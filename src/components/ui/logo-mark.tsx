/** Epsigma's mark: the Lennard-Jones well drawn as one stroke, the repulsive wall falling into the well. */
export function LogoMark({ size = 28 }: { size?: number }) {
  return (
    <svg width={size} height={size} viewBox="0 0 32 32" aria-hidden="true">
      <rect width="32" height="32" rx="7" fill="currentColor" />
      <path
        d="M7 4 C8.2 16 9.6 24.5 12.6 24.5 C15.6 24.5 17.5 18.4 27 17.2"
        fill="none"
        stroke="#d08a55"
        strokeWidth="2.6"
        strokeLinecap="round"
      />
    </svg>
  );
}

......

* **What is needed**: Give the listing again, exactly as it was written.

* **Completed task**:
filename src/components/ui/logo-mark.tsx
/** Epsigma's mark: the Lennard-Jones well drawn as one stroke, the repulsive wall falling into the well. */
export function LogoMark({ size = 28 }: { size?: number }) {
  return (
    <svg width={size} height={size} viewBox="0 0 32 32" aria-hidden="true">
      <rect width="32" height="32" rx="7" fill="currentColor" />
      <path
        d="M7 4 C8.2 16 9.6 24.5 12.6 24.5 C15.6 24.5 17.5 18.4 27 17.2"
        fill="none"
        stroke="#d08a55"
        strokeWidth="2.6"
        strokeLinecap="round"
      />
    </svg>
  );
}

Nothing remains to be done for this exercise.